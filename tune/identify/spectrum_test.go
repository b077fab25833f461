package identify

import (
	"math"
	"math/cmplx"
	"math/rand/v2"
	"testing"

	"gainwright/tune/model"
)

// A pseudo-random record of a motor with a resonance: the response is that of the
// transfer function, and the peak is found where it is.
func TestLocalFindsTheResonance(t *testing.T) {
	rng := rand.New(rand.NewPCG(41, 1))
	r := zooRig{gain: 20, tau: 0.08, noise: 0.4, modeW: 2 * math.Pi * 9, modeZ: 0.08, modeGain: 0.6}
	const h = 0.002
	tr := r.run(rng, prbs(8, 2, 10, 6000), h)
	var omega []float64
	for i := range 24 {
		omega = append(omega, 2*math.Pi*0.8*math.Pow(25, float64(i)/23))
	}
	points := Local(tr, 1, 11.9, omega)
	smooth := model.FirstOrder(20, 0.08, 0)
	for _, q := range points {
		s := complex(0, q.Omega)
		mode := complex(r.modeW*r.modeW, 0) / (s*s + complex(2*r.modeZ*r.modeW, 0)*s + complex(r.modeW*r.modeW, 0))
		want := smooth.At(q.Omega) * (complex(1-r.modeGain, 0) + complex(r.modeGain, 0)*mode)
		if q.Coherence > 0.9 && cmplx.Abs(q.G-want) > 0.04*cmplx.Abs(want)+4*q.SD {
			t.Errorf("%.3g Hz: %.4g, want %.4g ± %.2g, coherence %.3f", q.Omega/(2*math.Pi), q.G, want, q.SD, q.Coherence)
		}
	}
	peaks := Peaks(points, smooth)
	if len(peaks) != 1 || math.Abs(peaks[0].Omega/r.modeW-1) > 0.12 {
		t.Errorf("peaks %+v, want one at %.3g rad/s", peaks, r.modeW)
	}
	// The same motor without the mode has none.
	r.modeW = 0
	if peaks := Peaks(Local(r.run(rng, prbs(8, 2, 10, 6000), h), 1, 11.9, omega), smooth); len(peaks) != 0 {
		t.Errorf("peaks %+v of one lag", peaks)
	}
}

// Noise alone has no coherence.
func TestCoherenceOfNoise(t *testing.T) {
	rng := rand.New(rand.NewPCG(41, 2))
	r := zooRig{gain: 0, tau: 0.08, noise: 1}
	points := Local(r.run(rng, prbs(8, 2, 10, 12000), 0.002), 1, 23.9, []float64{10, 20, 40, 80})
	for _, q := range points {
		if q.Coherence > 0.3 {
			t.Errorf("%g rad/s: coherence %.2f", q.Omega, q.Coherence)
		}
	}
}

// A record of six pieces' length, begun and ended anywhere: the response at the
// lowest lines is that of the transfer function, where pieces under a window were a
// fifth off.
func TestLocalOfAShortRecord(t *testing.T) {
	rng := rand.New(rand.NewPCG(41, 3))
	r := zooRig{gain: 20, tau: 0.08, noise: 0.2}
	tr := r.run(rng, prbs(8, 2, 10, 3000), 0.002)
	from, to := 1.03, 5.03
	var omega []float64
	for i := range 10 {
		omega = append(omega, 4*math.Pi/0.96*math.Pow(8/0.08/(4*math.Pi/0.96), float64(i)/9))
	}
	for _, q := range Local(tr, from, to, omega) {
		want := model.FirstOrder(20, 0.08, 0).At(q.Omega)
		if off := cmplx.Abs(q.G-want) / cmplx.Abs(want); off > 0.03+3*q.SD/cmplx.Abs(want) || q.SD > 0.1*cmplx.Abs(want) {
			t.Errorf("%.3g Hz: %.1f %% off, ± %.2g of %.3g", q.Omega/(2*math.Pi), 100*off, q.SD, cmplx.Abs(want))
		}
	}
}
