package identify

import (
	"math"
	"sort"

	"gonum.org/v1/gonum/dsp/fourier"
	"gonum.org/v1/gonum/floats"
)

// spectrum measures what is left over slowly (systematic misfit) and sharply (a
// resonance), against the noise that cannot be foretold.
func (x *examiner) spectrum() []Finding {
	n := len(x.residual)
	ar := fitAutoregression(x.residual, min(12, n/20))
	x.e.noise = math.Sqrt(ar.variance)
	h, _ := x.e.proj.extent()
	width := min(max(3, int(x.timescale()/h/3)), max(3, n/20))
	slow := movingPower(x.residual, width)
	chance := ar.variance / float64(width)
	effect := math.Sqrt(math.Max(slow-chance, 0)) / x.spread
	z := (slow - chance) / (chance * math.Sqrt(2*float64(width)/float64(n)))
	out := []Finding{{testSystematic, effect, effect / math.Max(z, 1e-9)}}
	if x.reverses() {
		f := out[0]
		f.Test = testThroughZero
		out = append(out, f)
	}
	first := int(2 / x.timescale() / math.Pi * h * float64(len(periodogram(x.residual))))
	share, white := sharpestPeak(x.residual, max(8, first))
	total := math.Sqrt(floats.Dot(x.residual, x.residual)/float64(n)) / x.spread
	if share > 8*white {
		out = append(out, Finding{testResonance, math.Sqrt(share) * total, math.Sqrt(white) * total})
	}
	return append(out, x.jump()...)
}

// movingPower is the mean square of the moving average of r over width samples.
func movingPower(r []float64, width int) float64 {
	if len(r) < width {
		return 0
	}
	sum, total := 0.0, 0.0
	for i, v := range r {
		sum += v
		if i >= width {
			sum -= r[i-width]
		}
		if i >= width-1 {
			total += sum * sum
		}
	}
	return total / float64(len(r)-width+1) / float64(width*width)
}

// jump looks for a single change of the measured speed from one sample to the
// next that is out of line with all others: the eighth largest is the measure,
// since steps repeat and slips seldom do. Effect is the jump over the spread.
func (x *examiner) jump() []Finding {
	var d []float64
	for _, s := range x.e.proj.pieces {
		for _, sp := range s.spans {
			for i := sp.from + 1; i < sp.to; i++ {
				d = append(d, math.Abs(s.y[i]-s.y[i-1]))
			}
		}
	}
	if len(d) < 100 {
		return nil
	}
	sort.Float64s(d)
	largest, eighth := d[len(d)-1], d[len(d)-8]
	if eighth <= 0 || largest < 2.5*eighth {
		return nil
	}
	return []Finding{{testSlip, largest / x.spread, eighth / x.spread / 2}}
}

// sharpestPeak returns the largest share of the power of r that lies in one of 48
// narrow bands of its spectrum (each ±3 % of its frequency, at least two bins),
// and what white noise would put there.
// Bins below first are not looked at.
func sharpestPeak(r []float64, first int) (share, chance float64) {
	power := periodogram(r)
	total := floats.Sum(power)
	if !(total > 0) {
		return 0, 1
	}
	best, width := 0.0, 1
	for k := first; k < len(power)-2; k++ {
		half := max(1, k*6/100)
		if k+half >= len(power) {
			break
		}
		sum := floats.Sum(power[k-half : k+half+1])
		if sum > best {
			best, width = sum, 2*half+1
		}
	}
	return best / total, float64(width) / float64(len(power))
}

// periodogram returns the power of r by frequency bin, 0 to half the sampling
// rate (r is padded with zeros to a power of two), under a parabolic window (Welch).
func periodogram(r []float64) []float64 {
	n := len(r)
	padded := 1
	for padded < n {
		padded *= 2
	}
	w := make([]float64, padded) // the transform is quick for powers of two only
	for i := range r {
		s := float64(i) * float64(n-i)
		w[i] = r[i] * 4 * s / (float64(n) * float64(n))
	}
	out := make([]float64, padded/2+1)
	for k, c := range fourier.NewFFT(padded).Coefficients(nil, w) {
		out[k] = real(c)*real(c) + imag(c)*imag(c)
	}
	return out
}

----

What to work on: Print the listing once more, exactly as it stands above.

Output for this task:
filename tune/identify/spectrum_test.go
repository b077fab25833f461
package identify

import (
	"math"
	"math/cmplx"
	"math/rand/v2"
	"testing"

	"gainwright/tune/model"
)

// A pseudo-random record of a motor with a resonance: the response is that of the
// transfer function, and the peak is found where it is.
func TestLocalFindsTheResonance(t *testing.T) {
	rng := rand.New(rand.NewPCG(41, 1))
	r := zooRig{gain: 20, tau: 0.08, noise: 0.4, modeW: 2 * math.Pi * 9, modeZ: 0.08, modeGain: 0.6}
	const h = 0.002
	tr := r.run(rng, prbs(8, 2, 10, 6000), h)
	var omega []float64
	for i := range 24 {
		omega = append(omega, 2*math.Pi*0.8*math.Pow(25, float64(i)/23))
	}
	points := Local(tr, 1, 11.9, omega)
	smooth := model.FirstOrder(20, 0.08, 0)
	for _, q := range points {
		s := complex(0, q.Omega)
		mode := complex(r.modeW*r.modeW, 0) / (s*s + complex(2*r.modeZ*r.modeW, 0)*s + complex(r.modeW*r.modeW, 0))
		want := smooth.At(q.Omega) * (complex(1-r.modeGain, 0) + complex(r.modeGain, 0)*mode)
		if q.Coherence > 0.9 && cmplx.Abs(q.G-want) > 0.04*cmplx.Abs(want)+4*q.SD {
			t.Errorf("%.3g Hz: %.4g, want %.4g ± %.2g, coherence %.3f", q.Omega/(2*math.Pi), q.G, want, q.SD, q.Coherence)
		}
	}
	peaks := Peaks(points, smooth)
	if len(peaks) != 1 || math.Abs(peaks[0].Omega/r.modeW-1) > 0.12 {
		t.Errorf("peaks %+v, want one at %.3g rad/s", peaks, r.modeW)
	}
	// The same motor without the mode has none.
	r.modeW = 0
	if peaks := Peaks(Local(r.run(rng, prbs(8, 2, 10, 6000), h), 1, 11.9, omega), smooth); len(peaks) != 0 {
		t.Errorf("peaks %+v of one lag", peaks)
	}
}

// Noise alone has no coherence.
func TestCoherenceOfNoise(t *testing.T) {
	rng := rand.New(rand.NewPCG(41, 2))
	r := zooRig{gain: 0, tau: 0.08, noise: 1}
	points := Local(r.run(rng, prbs(8, 2, 10, 12000), 0.002), 1, 23.9, []float64{10, 20, 40, 80})
	for _, q := range points {
		if q.Coherence > 0.3 {
			t.Errorf("%g rad/s: coherence %.2f", q.Omega, q.Coherence)
		}
	}
}

// A record of six pieces' length, begun and ended anywhere: the response at the
// lowest lines is that of the transfer function, where pieces under a window were a
// fifth off.
func TestLocalOfAShortRecord(t *testing.T) {
	rng := rand.New(rand.NewPCG(41, 3))
	r := zooRig{gain: 20, tau: 0.08, noise: 0.2}
	tr := r.run(rng, prbs(8, 2, 10, 3000), 0.002)
	from, to := 1.03, 5.03
	var omega []float64
	for i := range 10 {
		omega = append(omega, 4*math.Pi/0.96*math.Pow(8/0.08/(4*math.Pi/0.96), float64(i)/9))
	}
	for _, q := range Local(tr, from, to, omega) {
		want := model.FirstOrder(20, 0.08, 0).At(q.Omega)
		if off := cmplx.Abs(q.G-want) / cmplx.Abs(want); off > 0.03+3*q.SD/cmplx.Abs(want) || q.SD > 0.1*cmplx.Abs(want) {
			t.Errorf("%.3g Hz: %.1f %% off, ± %.2g of %.3g", q.Omega/(2*math.Pi), 100*off, q.SD, cmplx.Abs(want))
		}
	}
}
package identify

import (
	"math"
	"sort"

	"gonum.org/v1/gonum/dsp/fourier"
	"gonum.org/v1/gonum/floats"
)

// spectrum measures what is left over slowly (systematic misfit) and sharply (a
// resonance), against the noise that cannot be foretold.
func (x *examiner) spectrum() []Finding {
	n := len(x.residual)
	ar := fitAutoregression(x.residual, min(12, n/20))
	x.e.noise = math.Sqrt(ar.variance)
	h, _ := x.e.proj.extent()
	width := min(max(3, int(x.timescale()/h/3)), max(3, n/20))
	slow := movingPower(x.residual, width)
	chance := ar.variance / float64(width)
	effect := math.Sqrt(math.Max(slow-chance, 0)) / x.spread
	z := (slow - chance) / (chance * math.Sqrt(2*float64(width)/float64(n)))
	out := []Finding{{testSystematic, effect, effect / math.Max(z, 1e-9)}}
	if x.reverses() {
		f := out[0]
		f.Test = testThroughZero
		out = append(out, f)
	}
	first := int(2 / x.timescale() / math.Pi * h * float64(len(periodogram(x.residual))))
	share, white := sharpestPeak(x.residual, max(8, first))
	total := math.Sqrt(floats.Dot(x.residual, x.residual)/float64(n)) / x.spread
	if share > 8*white {
		out = append(out, Finding{testResonance, math.Sqrt(share) * total, math.Sqrt(white) * total})
	}
	return append(out, x.jump()...)
}

// movingPower is the mean square of the moving average of r over width samples.
func movingPower(r []float64, width int) float64 {
	if len(r) < width {
		return 0
	}
	sum, total := 0.0, 0.0
	for i, v := range r {
		sum += v
		if i >= width {
			sum -= r[i-width]
		}
		if i >= width-1 {
			total += sum * sum
		}
	}
	return total / float64(len(r)-width+1) / float64(width*width)
}

// jump looks for a single change of the measured speed from one sample to the
// next that is out of line with all others: the eighth largest is the measure,
// since steps repeat and slips seldom do. Effect is the jump over the spread.
func (x *examiner) jump() []Finding {
	var d []float64
	for _, s := range x.e.proj.pieces {
		for _, sp := range s.spans {
			for i := sp.from + 1; i < sp.to; i++ {
				d = append(d, math.Abs(s.y[i]-s.y[i-1]))
			}
		}
	}
	if len(d) < 100 {
		return nil
	}
	sort.Float64s(d)
	largest, eighth := d[len(d)-1], d[len(d)-8]
	if eighth <= 0 || largest < 2.5*eighth {
		return nil
	}
	return []Finding{{testSlip, largest / x.spread, eighth / x.spread / 2}}
}

// sharpestPeak returns the largest share of the power of r that lies in one of 48
// narrow bands of its spectrum (each ±3 % of its frequency, at least two bins),
// and what white noise would put there.
// Bins below first are not looked at.
func sharpestPeak(r []float64, first int) (share, chance float64) {
	power := periodogram(r)
	total := floats.Sum(power)
	if !(total > 0) {
		return 0, 1
	}
	best, width := 0.0, 1
	for k := first; k < len(power)-2; k++ {
		half := max(1, k*6/100)
		if k+half >= len(power) {
			break
		}
		sum := floats.Sum(power[k-half : k+half+1])
		if sum > best {
			best, width = sum, 2*half+1
		}
	}
	return best / total, float64(width) / float64(len(power))
}

// periodogram returns the power of r by frequency bin, 0 to half the sampling
// rate (r is padded with zeros to a power of two), under a parabolic window (Welch).
func periodogram(r []float64) []float64 {
	n := len(r)
	padded := 1
	for padded < n {
		padded *= 2
	}
	w := make([]float64, padded) // the transform is quick for powers of two only
	for i := range r {
		s := float64(i) * float64(n-i)
		w[i] = r[i] * 4 * s / (float64(n) * float64(n))
	}
	out := make([]float64, padded/2+1)
	for k, c := range fourier.NewFFT(padded).Coefficients(nil, w) {
		out[k] = real(c)*real(c) + imag(c)*imag(c)
	}
	return out
}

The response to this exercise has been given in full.